Data
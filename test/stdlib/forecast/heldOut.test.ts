import { expect, it } from "vitest";
import { forecast } from "../../../stdlib/forecast/forecast.ts";
import { rule } from "../../../stdlib/forecast/rules.ts";
import { cut } from "../../../stdlib/series/cut.ts";
import { makeSeries } from "../../../stdlib/series/series.ts";
import { applyStep } from "../../../stdlib/series/steps.ts";

it("a forecast has beside it what a window before the steps held out, in the units of the data", () => {
  const raw = makeSeries({ name: "crossings", unit: "vehicles", every: "P1M", start: "2019-01", values: [1, 2, 4, 8, 16, 32] });
  const logs = applyStep(cut(raw, { to: "2019-04" }), { step: "log" });
  const { heldOut, origin } = forecast(rule.naive(logs), { horizon: 3 });
  expect([origin, heldOut?.start, ...(heldOut?.values ?? [])]).toEqual(["2019-04", "2019-05", 16, 32]);
  expect(forecast(rule.naive(applyStep(raw, { step: "log" })), { horizon: 3 }).heldOut).toBeNull();
});
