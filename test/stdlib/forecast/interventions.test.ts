import { describe, expect, it } from "vitest";
import { easterMs } from "../../../stdlib/forecast/easter.ts";
import { easterEffect, harmonics, interventionColumns, levelShift, pulse, ramp, temporaryChange, tradingDays } from "../../../stdlib/forecast/interventions.ts";

const column = (...given: Parameters<typeof interventionColumns>) => [...interventionColumns(...given).columns[0]];

describe("interventions by hand", () => {
  it("a pulse is 1 in its period, and in every period of a longer date", () => {
    expect(column(pulse("2024-02"), "x", "2024-01", "P1M", 4)).toEqual([0, 1, 0, 0]);
    expect(column(pulse("2024"), "x", "2023-12", "P1M", 14)).toEqual([0, ...Array.from({ length: 12 }, () => 1), 0]);
    expect(column(pulse("2024-02-11"), "x", "2024-01", "P1M", 3)).toEqual([0, 1, 0]);
    expect(column(pulse("2"), "x", "1", null, 3)).toEqual([0, 1, 0]);
    expect(column(pulse("2019-Q2"), "x", "2019-Q1", "P3M", 3)).toEqual([0, 1, 0]);
  });
  it("a level shift stays, a ramp rises from 0 to 1, a temporary change dies away", () => {
    expect(column(levelShift("2024-02"), "x", "2024-01", "P1M", 4)).toEqual([0, 1, 1, 1]);
    expect(column(levelShift("2020"), "x", "2024-01", "P1M", 2)).toEqual([1, 1]);
    expect(column(ramp("2024-01", "2024-05"), "x", "2023-12", "P1M", 7)).toEqual([0, 0, 0.25, 0.5, 0.75, 1, 1]);
    expect(column(temporaryChange("2024-02", 0.5), "x", "2024-01", "P1M", 4)).toEqual([0, 1, 0.5, 0.25]);
  });
  it("refuses a ramp that ends before it starts, and a count of harmonics beyond half the length", () => {
    expect(() => column(ramp("2024-05", "2024-01"), "x", "2023-12", "P1M", 7)).toThrow(/not after its start/);
    expect(() => harmonics(12, 7)).toThrow("whole number from 1 to 6");
  });
  it("June 2024 had five Saturdays and Sundays and four of each other day", () => {
    const { names, columns } = interventionColumns(tradingDays(), "td", "2024-06", "P1M", 1);
    expect(names[0]).toBe("td.Monday");
    expect(columns.map((c) => c[0])).toEqual([-1, -1, -1, -1, -1, 0]);
    expect(() => interventionColumns(tradingDays(), "td", "2024-W01", "P1W", 3)).toThrow("whole weeks");
  });
});

describe("interventions by reference", () => {
  // Dates of Easter Sunday as printed in the tables of the Book of Common Prayer and any almanac.
  it.each([["1961-04-02", 1961], ["2000-04-23", 2000], ["2019-04-21", 2019], ["2024-03-31", 2024], ["2038-04-25", 2038], ["2285-03-22", 2285]])("Easter fell on %s", (date, year) => {
    expect(new Date(easterMs(year)).toISOString().slice(0, 10)).toBe(date);
  });
  it("the eight days before Easter 2024 (31 March) all fall in March; before 2018's (1 April) too; 2019's in April", () => {
    expect(column(easterEffect(8), "e", "2024-02", "P1M", 3)).toEqual([0, 1, 0]);
    expect(column(easterEffect(8), "e", "2019-03", "P1M", 2)).toEqual([0, 1]);
    // Easter 2021 was on 4 April: three of the eight days before it in April.
    expect(column(easterEffect(8), "e", "2021-03", "P1M", 2)).toEqual([5 / 8, 3 / 8]);
  });
});

describe("interventions by law", () => {
  it("values do not depend on where the columns start", () => {
    for (const what of [pulse("2020-06"), levelShift("2020-06"), ramp("2019-06", "2021-06"), harmonics(12, 6), tradingDays(), easterEffect(6), temporaryChange("2020-01")]) {
      const whole = interventionColumns(what, "x", "2019-01", "P1M", 48), late = interventionColumns(what, "x", "2021-01", "P1M", 24);
      expect(late.names).toEqual(whole.names);
      late.columns.forEach((c, j) => c.forEach((v, t) => expect(v).toBeCloseTo(whole.columns[j][24 + t], 12)));
    }
    const daily = interventionColumns(harmonics(7, 3), "x", "2019-01-01", "P1D", 40), later = interventionColumns(harmonics(7, 3), "x", "2019-01-11", "P1D", 30);
    later.columns.forEach((c, j) => c.forEach((v, t) => expect(v).toBeCloseTo(daily.columns[j][10 + t], 12)));
  });
  it("each Easter adds up to 1 over its year; the six contrasts over 28 years of months to 0", () => {
    const e = column(easterEffect(10), "e", "2001-01", "P1M", 336);
    for (let year = 0; year < 28; year++) expect(e.slice(12 * year, 12 * year + 12).reduce((a, b) => a + b)).toBeCloseTo(1, 12);
    for (const c of interventionColumns(tradingDays(), "td", "2001-01", "P1M", 336).columns) expect(c.reduce((a, b) => a + b)).toBe(0);
  });
  it("the last harmonic of an even length has no sine", () => {
    expect(interventionColumns(harmonics(4, 2), "w", "2019-Q1", "P3M", 2).names).toEqual(["w.cos1", "w.sin1", "w.cos2"]);
  });
});
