#pragma once
#include <span>
#include <string>
#include <string_view>
#include <vector>

namespace lagscape {

struct TrendInput;    // measures/cell_result.h: the fitted trend of one cell and what its noise looks like
struct TrendVerdict;  // p, standard error, critical value

/// One trend test: a declaration. Chosen by `trend.tests`; the first one feeds the field step.
struct TrendTest {
  std::string_view name;         ///< as in job files: "ols-neff"
  std::string_view summary;      ///< one line of help
  std::string_view assumptions;  ///< what its p-value rests on; written into results
  std::string_view source;
  std::string_view cost;
  /// Order of autoregression that the assumptions cover; 0: any order is told to the user by the assumptions alone.
  int covered_order;
  TrendVerdict (*verdict)(const TrendInput&);
};

[[nodiscard]] std::span<const TrendTest> trend_tests();
[[nodiscard]] const TrendTest* find_trend_test(std::string_view name);
[[nodiscard]] std::vector<std::string> trend_test_names();
/// Name of the map of a test's p-values: "trend_p_ols_neff".
[[nodiscard]] std::string test_map_name(std::string_view test);

}  // namespace lagscape
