#pragma once
#include <array>
#include <cstddef>
#include <span>

#include "lagscape/stats/design.h"
#include "lagscape/stats/kernels.h"

namespace lagscape {

/// How the order of an autoregression is chosen.
enum class OrderCriterion { bic, aicc, aic, fixed };

/// What order choice needs to know of one cell: partials and usable counts of orders 1 .. size (segment Burg).
struct OrderChoice {
  OrderCriterion criterion = OrderCriterion::bic;
  int fixed_order = 1;
  double values = 0;      ///< m
  double parameters = 1;  ///< q, columns of the design taken out (AICc)
};

/// Largest order that is offered: at most `limit`, m/10, and (m - 10)/3; each order needs max(20, m/4) usable terms. At
/// least 1 whenever the first order is usable, else 0.
[[nodiscard]] int largest_order(std::span<const double> usable, double values, int limit) noexcept;

/// Order with the smallest criterion, 1 .. largest (an order of 0 is never chosen: choosing it only where memory looks
/// small inflates the size of later tests). n ln s2_p + 2(p+1) | 2(p+q+1) n/(n-p-q-2) | p ln n, s2_p = prod (1 -
/// k_j^2), n = m. Returns 0 if largest is 0. [Akaike 1974; Hurvich & Tsai 1989; Schwarz 1978]
[[nodiscard]] int choose_order(std::span<const double> partials, int largest, const OrderChoice& choice) noexcept;

/// An autoregression x_t = sum_j f_j x_{t-j} + e_t. Entries beyond `order` are 0.
struct ArModel {
  int order = 0;
  std::array<double, kMaxOrder> coefficient{};  ///< f_1 .. f_p
  std::array<double, kMaxOrder> partial{};      ///< kappa_1 .. kappa_p
  bool near_unit_root = false;  ///< the bias correction was cut short, or the raw fit is at the bound already

  /// Variance of the innovations / variance of the series: prod (1 - kappa_j^2).
  [[nodiscard]] double innovation_share() const noexcept;
  /// Decorrelation time in steps: innovation_share / (1 - sum f)^2, the variance of a long mean times n / variance of
  /// the series. AR(1): (1 + f)/(1 - f). [spectral density at zero; Thiebaux & Zwiers 1984 discuss the use]
  [[nodiscard]] double decorrelation_time() const noexcept;
};

[[nodiscard]] ArModel model_from_partials(std::span<const double> partials) noexcept;
/// Partials by the backward recursion. A model that is not stationary has a partial of magnitude >= 1 (or NaN).
[[nodiscard]] ArModel model_from_coefficients(std::span<const double> coefficients) noexcept;

/// Continues the model's autocorrelations: call with k = 1, 2, ... in order. Exact from the first lag on.
class ModelCorrelation {
 public:
  explicit ModelCorrelation(const ArModel& model) noexcept;
  [[nodiscard]] double next() noexcept;

 private:
  const ArModel& model_;
  std::array<double, kMaxOrder> start_{}, recent_{};
  std::size_t lag_ = 0;
};

/// n * bias of the coefficients of an AR(p), p <= 3, whose series had its mean and further columns taken out by least
/// squares:
/// -(c + B f) [Shaman & Stine 1988; integers checked by simulation] + sum over columns of D(omega), see DESIGN columns.
/// out: p values. Requires 1 <= p <= 3.
void coefficient_bias(std::span<const double> coefficients, std::span<const DesignFrequency> design,
                      double* out) noexcept;

/// The model with the small-sample bias taken off: f_c = f - bias(f_c)/m by `passes` fixed-point steps; kept stationary
/// (p = 1: |f| <= .99; else partials below .995 and sum f <= .985, by shrinking the correction). Orders above 3 are
/// returned as they are.
[[nodiscard]] ArModel bias_corrected(const ArModel& raw, double values, std::span<const DesignFrequency> design,
                                     int passes = 3) noexcept;

/// Standard error of ln(decorrelation time) by the delta method: g' V g, V = (s2_e/gamma_0) R_p^-1 / usable, g by
/// central differences (step 1e-5). NaN if the model is too near the unit root for it.
[[nodiscard]] double log_time_error(const ArModel& model, double usable) noexcept;

}  // namespace lagscape
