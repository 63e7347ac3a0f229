#pragma once
#include <cstddef>
#include <cstdint>
#include <memory>
#include <optional>
#include <span>
#include <string>
#include <vector>

#include "lagscape/measures/cell_result.h"
#include "lagscape/measures/trend_test.h"
#include "lagscape/stats/ar_model.h"
#include "lagscape/stats/design.h"

namespace lagscape {

/// Fewest values of a cell that is analysed, whatever the job allows: an autoregression of order 1 needs 20 usable
/// terms, a trend 20 values.
inline constexpr std::size_t kFewestValues = 21;

/// Filters that replace the series before the season is fitted.
enum class Filter { none, difference, running_mean };

/// What the stages need to know; made once per job, shared by all threads.
struct AnalysisSettings {
  explicit AnalysisSettings(const DesignColumns& prepare, const DesignColumns& trend, double confidence, double alpha);

  Design prepare_design;
  /// Mean, season and straight line: the trend's own fit. The same as prepare_design when the job removes a linear
  /// trend.
  Design trend_design;
  bool separate_trend_fit = false;
  Filter filter = Filter::none;
  std::size_t filter_length = 1;  ///< steps: of the difference, or the (odd) window of the running mean

  double min_share = 0.8;
  bool share_of_period = false;
  double min_count = 30;

  bool bartlett_limits = true;
  OrderCriterion criterion = OrderCriterion::bic;
  int fixed_order = 1, max_order = 10;

  std::size_t cube_lags = 0;  ///< max_lag + 1 of the cubes, 0 without cubes
  bool want_partial = false;  ///< of the cubes, the one that costs a recursion

  std::vector<const TrendTest*> tests;  ///< the first one decides
  std::optional<double> target;         ///< trend to be detected, per year or decade
  double steps_per_rate = 12;           ///< steps in the year or decade of rates
  double steps_per_year = 12;
  double lag_units_per_step = 1;
  std::vector<double> step_times;  ///< CF value of each step

  double normal_quantile;           ///< two-sided, at the confidence
  StudentQuantile limits_quantile;  ///< of confidence limits
  StudentQuantile test_quantile;    ///< at 1 - alpha/2
};

/// Runs the stages of one thread on tiles of kLanes cells: summary, preparation, autoregression, autocorrelation,
/// effective sizes, trend. Each stage is computed once and shared by all measures. Allocates only when made.
class Analysis {
 public:
  explicit Analysis(const AnalysisSettings& settings);
  ~Analysis();
  Analysis(Analysis&&) noexcept;

  /// tile: time-major, kLanes cells, missing = NaN, 64-byte aligned; the first `cells` lanes are cells, the rest is
  /// ignored. The results (and the lag columns they point to) stay valid until the next call.
  [[nodiscard]] std::span<const CellResult> analyse(const double* tile, std::size_t cells) noexcept;

 private:
  struct Impl;
  std::unique_ptr<Impl> impl_;
};

}  // namespace lagscape
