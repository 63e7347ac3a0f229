#pragma once
#include <vector>

namespace lagscape {

/// Two-sided p of Student's t with real degrees of freedom; NaN if degrees <= 0. [Boost.Math]
[[nodiscard]] double t_two_sided_p(double t, double degrees) noexcept;
/// Upper tail of chi-squared; NaN for NaN. [Boost.Math]
[[nodiscard]] double chi_squared_tail(double value, double degrees) noexcept;
/// z with P(Z <= z) = share.
[[nodiscard]] double normal_quantile(double share);

/// Quantile of Student's t at one fixed probability for any real number of degrees of freedom: a table in 1/degrees,
/// made once with Boost.Math and read by four-point interpolation (relative error below 1e-10 for degrees >= 1; below
/// that Boost itself).
class StudentQuantile {
 public:
  /// share: P(T <= t), e.g. 0.975 for two-sided limits at 95 %.
  explicit StudentQuantile(double share);
  [[nodiscard]] double operator()(double degrees) const noexcept;

 private:
  double share_;
  std::vector<double> log_ratio_;  ///< ln(t / z) at 1/degrees = (i - 1)/kNodes
  double normal_;
};

}  // namespace lagscape
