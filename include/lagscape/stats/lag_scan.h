#pragma once
#include <cstddef>

namespace lagscape {

/// Published definitions of a memory time, read off the sample autocorrelation r(1), r(2), ... as it is computed, so
/// that only as many lags are needed as the definitions ask for. All in steps; NaN where r did not reach what the
/// definition waits for. The r are the biased ones, which already contain the factor (1 - k/n): sums do not multiply by
/// it again.
class LagScan {
 public:
  /// The next lag. limit: the independence (or Bartlett) limit of |r| at this lag.
  void feed(double r, double limit) noexcept;
  /// No more lags: what is still open stays as it is and `complete()` tells so.
  [[nodiscard]] bool complete() const noexcept {
    return e_folded_ && crossed_ && geyer_done_ && sokal_done_ && inside_limits_;
  }

  /// First k with r <= 1/e, by linear interpolation. White noise gives about .63.
  [[nodiscard]] double e_folding() const noexcept;
  /// First k with r <= 0, by linear interpolation.
  [[nodiscard]] double zero_crossing() const noexcept;
  /// 1 + 2 sum r over the lags before the first r <= 0 (two-sided). Open: the sum so far.
  [[nodiscard]] double integral() const noexcept { return 1 + 2 * positive_sum_; }
  /// 1 + 2 sum r over the lags before the first r < the limit (two-sided). Open: the sum so far.
  [[nodiscard]] double integral_above_limit() const noexcept { return 1 + 2 * above_sum_; }
  /// Geyer's initial monotone sequence: -1 + 2 sum of the running minimum of G_j = r(2j) + r(2j+1) while positive.
  /// [Geyer 1992, Stat. Sci. 7:473; proven for reversible chains only]
  [[nodiscard]] double geyer_monotone() const noexcept { return -1 + 2 * monotone_sum_; }
  /// Geyer's initial positive sequence: the same without the running minimum.
  [[nodiscard]] double geyer_positive() const noexcept { return -1 + 2 * pair_sum_; }
  /// 2 tau_half(W) at the smallest W >= 5 tau_half(W), tau_half(W) = 1/2 + sum_{k<=W} r.
  /// [Madras & Sokal 1988, J. Stat. Phys. 50:109]. Open: the sum so far.
  [[nodiscard]] double sokal() const noexcept { return 1 + 2 * window_sum_; }
  /// First lag with |r| inside its limit; 0 if none yet.
  [[nodiscard]] std::size_t first_inside_limits() const noexcept { return inside_limits_ ? first_inside_ : 0; }

 private:
  std::size_t lag_ = 0, first_inside_ = 0;
  double before_ = 1, e_folding_ = 0, zero_crossing_ = 0;
  double positive_sum_ = 0, above_sum_ = 0, window_sum_ = 0;
  double pair_ = 1, smallest_pair_ = 0, pair_sum_ = 0, monotone_sum_ = 0;  // pair_ holds r(2j) until r(2j+1) comes
  bool e_folded_ = false, crossed_ = false, below_ = false, geyer_done_ = false, sokal_done_ = false,
       inside_limits_ = false;
};

}  // namespace lagscape
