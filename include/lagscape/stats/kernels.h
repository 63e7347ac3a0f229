#pragma once
#include <cstddef>
#include <cstdint>
#include <string_view>

namespace lagscape {

/// Cells that a kernel works on side by side, one a vector lane. A tile is time-major: value of step t and lane l at
/// tile[t * kLanes + l], 64-byte aligned. "Lane arrays" have kLanes doubles per entry likewise.
/// A lane's result never depends on what the other lanes hold: every sum runs over time in one fixed order.
constexpr std::size_t kLanes = 8;
/// Rows of zeros a kernel may read past the last step.
constexpr std::size_t kPadRows = 16;
/// Largest order of an autoregression.
constexpr std::size_t kMaxOrder = 30;

/// What one pass over the raw values says about each lane. Counts are doubles so that lanes stay lanes.
struct alignas(64) LaneSummary {
  double count[kLanes], sum[kLanes], low[kLanes], high[kLanes];
  double first[kLanes], last[kLanes];  ///< steps of the first and last value; first is +inf and last -1 without values
  double longest_gap[kLanes];          ///< missing steps in a row between first and last value
  double candidate[kLanes];            ///< the only value that can make up more than half of all (majority vote)
};

/// The columns of a least-squares design, complete record: `dense` columns of `steps` doubles, column-major,
/// orthonormal and without their mean in each group; group[t] < groups.
struct DesignView {
  std::size_t steps, groups, dense;
  const std::uint16_t* group;
  const double* columns;
};

/// Kernels compiled for one instruction set. All are noexcept, allocate nothing, and know neither units nor files.
/// bits: one byte a step, bit l = lane l holds a value there.
struct KernelTable {
  std::string_view isa;

  /// Validity bits and summary of a raw tile (missing = NaN).
  void (*summarise)(const double* x, std::size_t steps, std::uint8_t* bits, LaneSummary* out) noexcept;
  /// How many values equal `value`, per lane.
  void (*count_equal)(const double* x, std::size_t steps, const double* value, double* out) noexcept;
  /// d = x - centre where valid, else 0, with the sum and the number of values in each group: lane arrays, group_counts
  /// likewise.
  void (*center)(const double* x, const std::uint8_t* bits, const DesignView& design, const double* centre, double* d,
                 double* group_sums, double* group_counts) noexcept;
  /// dots[j] = sum_t d[t] column_j[t], and the group sums of d. Missing steps must be 0 in d.
  void (*project)(const double* d, const DesignView& design, double* dots, double* group_sums) noexcept;
  /// What the missing steps take away from the normal equations of the complete design: cross (dense x dense lane
  /// arrays, lower triangle) and group_columns (groups x dense lane arrays), both sums over the *missing* steps.
  void (*missing_rows)(const std::uint8_t* bits, const DesignView& design, double* cross,
                       double* group_columns) noexcept;
  /// d -= group_effect[group[t]] + sum_j effect[j] column_j[t] where valid.
  void (*subtract_fit)(double* d, const std::uint8_t* bits, const DesignView& design, const double* group_effect,
                       const double* effect) noexcept;
  /// Sums over valid steps of the fitted trend, of its square, of the rest of the fit and of its square: four lane
  /// arrays. terms: `count` (0 to 2) trend terms of `steps` doubles, coefficients: a lane array each; x, d, mean as in
  /// the fit.
  void (*component_sums)(const double* x, const double* d, const std::uint8_t* bits, std::size_t steps,
                         const double* mean, const double* terms, std::size_t count, const double* coefficients,
                         double* sums) noexcept;
  /// sums[k - first] = sum_t d[t] d[t + k] for `count` lags. d has kPadRows rows of zeros after the last step.
  /// Time is cut into blocks of 504 rows whatever the lags asked for, so a lag's sum has one order of additions.
  void (*lag_products)(const double* d, std::size_t steps, std::size_t first, std::size_t count, double* sums) noexcept;
  /// Burg's recursion over gap-free stretches (all of x[t-p] .. x[t] valid); `work`: 2 * steps rows; `window`: steps
  /// bytes. partial, usable: `orders` (<= steps) lane arrays each; a lane without variance left
  /// gives 0.
  void (*burg)(const double* d, const std::uint8_t* bits, std::size_t steps, std::size_t orders, double* work,
               std::uint8_t* window, double* partial, double* usable) noexcept;
  /// Partial autocorrelations 1 .. lags from autocorrelations r[1] .. r[lags] (r[0] = 1 is not read), Durbin-Levinson;
  /// `work`: 2 * (lags + 1) lane arrays. NaN in gives NaN from there on.
  void (*durbin_levinson)(const double* r, std::size_t lags, double* work, double* partial) noexcept;
};

enum class Isa { baseline, avx2, avx512 };

/// The kernels of the best instruction set this processor has.
[[nodiscard]] const KernelTable& best_kernels() noexcept;
/// Those of a given set, or nullptr if the processor (or the build) lacks it.
[[nodiscard]] const KernelTable* kernels_for(Isa isa) noexcept;

}  // namespace lagscape
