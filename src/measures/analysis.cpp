#include "lagscape/measures/analysis.h"

#include <algorithm>
#include <cmath>
#include <limits>
#include <numbers>

#include "lagscape/stats/effective_size.h"
#include "lagscape/stats/lag_scan.h"
#include "lagscape/stats/pair_counts.h"
#include "measures/status.h"

namespace lagscape {
namespace {

/// Values needed beyond the parameters of the preparation.
constexpr double kSpareValues = 10;
/// Below this many pairs an autocorrelation is not estimated.
double fewest_pairs(double values) { return std::max(10.0, values / 10); }
constexpr double kGapShare = 0.2, kShortYears = 10, kTiedShare = 0.5;
constexpr std::size_t kLagChunk = 24;
constexpr double kDetectionPower = 0.9;

double constant_range(double low, double high) {
  constexpr double kEps = 2.2e-16;
  return 8 * kEps * std::max(std::abs(low), std::abs(high));
}

/// Removes from `x` what a filter removes; a value is missing where the filter lacks one.
void filter_tile(const AnalysisSettings& settings, const double* x, const LaneSummary& summary, std::size_t steps,
                 double* y) {
  const std::size_t length = settings.filter_length;
  if (settings.filter == Filter::difference) {
    std::fill_n(y, std::min(length, steps) * kLanes, kMissing);
    for (std::size_t i = length * kLanes; i < steps * kLanes; ++i) y[i] = x[i] - x[i - length * kLanes];
    return;
  }
  // Centred running mean; at least half of its window must be valid, and the window is never shortened at the ends.
  const std::size_t half = length / 2;
  std::fill_n(y, steps * kLanes, kMissing);
  for (std::size_t lane = 0; lane < kLanes && steps >= length; ++lane) {
    const double middle = summary.count[lane] > 0 ? summary.sum[lane] / summary.count[lane] : 0;
    double sum = 0;
    std::size_t valid = 0;
    const auto add = [&](std::size_t t, double sign) {
      const double value = x[t * kLanes + lane];
      if (std::isnan(value)) return;
      sum += sign * (value - middle);
      valid = sign > 0 ? valid + 1 : valid - 1;
    };
    for (std::size_t t = 0; t + 1 < length; ++t) add(t, 1);
    for (std::size_t t = half; t + half < steps; ++t) {
      add(t + half, 1);
      if (2 * valid >= length) y[t * kLanes + lane] = x[t * kLanes + lane] - middle - sum / static_cast<double>(valid);
      add(t - half, -1);
    }
  }
}

}  // namespace

AnalysisSettings::AnalysisSettings(const DesignColumns& prepare, const DesignColumns& trend, double confidence,
                                   double alpha)
    : prepare_design(prepare),
      trend_design(trend),
      normal_quantile(lagscape::normal_quantile(0.5 + confidence / 2)),
      limits_quantile(0.5 + confidence / 2),
      test_quantile(1 - alpha / 2) {}

struct Analysis::Impl {
  explicit Impl(const AnalysisSettings& chosen)
      : settings(chosen),
        kernels(best_kernels()),
        steps(chosen.prepare_design.steps()),
        lags(std::max(steps / 2 + 2, chosen.cube_lags) + kLagChunk),
        orders(std::min(static_cast<std::size_t>(chosen.max_order), steps / 10)),
        detection_quantile(lagscape::normal_quantile(kDetectionPower)),
        bits(steps),
        work_bits(steps),
        trend_bits(steps),
        window(steps),
        filtered(chosen.filter == Filter::none ? 0 : steps * kLanes),
        residual((steps + kPadRows) * kLanes),
        trend_residual(chosen.separate_trend_fit ? (steps + kPadRows) * kLanes : 0),
        burg_work(2 * steps * kLanes),
        products(lags * kLanes),
        correlation(lags * kLanes),
        limit(lags * kLanes),
        covariance(lags * kLanes),
        count(lags * kLanes),
        partial(chosen.want_partial ? lags * kLanes : 0),
        partial_work(chosen.want_partial ? 2 * (lags + 1) * kLanes : 0),
        partials(std::max<std::size_t>(1, orders) * kLanes),
        usable(std::max<std::size_t>(1, orders) * kLanes),
        prepare_scratch(chosen.prepare_design),
        trend_scratch(chosen.trend_design) {
    pairs.reserve(kLanes);
    for (std::size_t lane = 0; lane < kLanes; ++lane)
      pairs.emplace_back(steps);  // copies would lose their reserved room
  }

  const AnalysisSettings& settings;
  const KernelTable& kernels;
  const std::size_t steps, lags, orders;
  const double detection_quantile;
  std::vector<std::uint8_t> bits, work_bits, trend_bits, window;
  AlignedVector<double> filtered, residual, trend_residual, burg_work;
  AlignedVector<double> products, correlation, limit, covariance, count, partial, partial_work;
  AlignedVector<double> partials, usable;
  FitScratch prepare_scratch, trend_scratch;
  std::vector<PairCounts> pairs;
  std::array<CellResult, kLanes> results;
  LaneSummary raw{}, work{};
  LaneFit fit{}, trend_fit{};

  [[nodiscard]] static bool has(std::uint8_t lanes, std::size_t lane) noexcept { return (lanes >> lane & 1) != 0; }
  static void take(std::uint8_t& lanes, std::size_t lane) noexcept {
    lanes = static_cast<std::uint8_t>(lanes & ~(1U << lane));
  }
  void flag(std::size_t lane, std::int16_t bit) noexcept {
    results[lane].status = static_cast<std::int16_t>(results[lane].status | bit);
  }

  std::span<const CellResult> analyse(const double* tile, std::size_t cells) noexcept;
  std::uint8_t describe_record(const double* tile, std::size_t cells) noexcept;
  std::uint8_t prepare(const double* tile, std::uint8_t lanes) noexcept;
  void follow_lags(std::uint8_t lanes) noexcept;
  void fill_lags(std::size_t lane, std::size_t first, std::size_t end, double& squares) noexcept;
  void ljung_box(std::size_t lane) noexcept;
  void partial_cube(std::uint8_t lanes) noexcept;
  void fit_memory(std::size_t lane) noexcept;
  void mean_limits(std::size_t lane) noexcept;
  void trends(const double* tile, std::uint8_t lanes) noexcept;
  void judge_trend(std::size_t lane, const LaneFit& from, double lag1) noexcept;
};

Work request
Could you copy exactly the lines from the first line of the records above through the line containing "expect([origin, heldOut?.start, ...(heldOut?.values", both included, and nothing else?

Answer to the problem
filename test/stdlib/forecast/heldOut.test.ts
import { expect, it } from "vitest";
import { forecast } from "../../../stdlib/forecast/forecast.ts";
import { rule } from "../../../stdlib/forecast/rules.ts";
import { cut } from "../../../stdlib/series/cut.ts";
import { makeSeries } from "../../../stdlib/series/series.ts";
import { applyStep } from "../../../stdlib/series/steps.ts";

it("a forecast has beside it what a window before the steps held out, in the units of the data", () => {
  const raw = makeSeries({ name: "crossings", unit: "vehicles", every: "P1M", start: "2019-01", values: [1, 2, 4, 8, 16, 32] });
  const logs = applyStep(cut(raw, { to: "2019-04" }), { step: "log" });
  const { heldOut, origin } = forecast(rule.naive(logs), { horizon: 3 });
  expect([origin, heldOut?.start, ...(heldOut?.values ?? [])]).toEqual(["2019-04", "2019-05", 16, 32]);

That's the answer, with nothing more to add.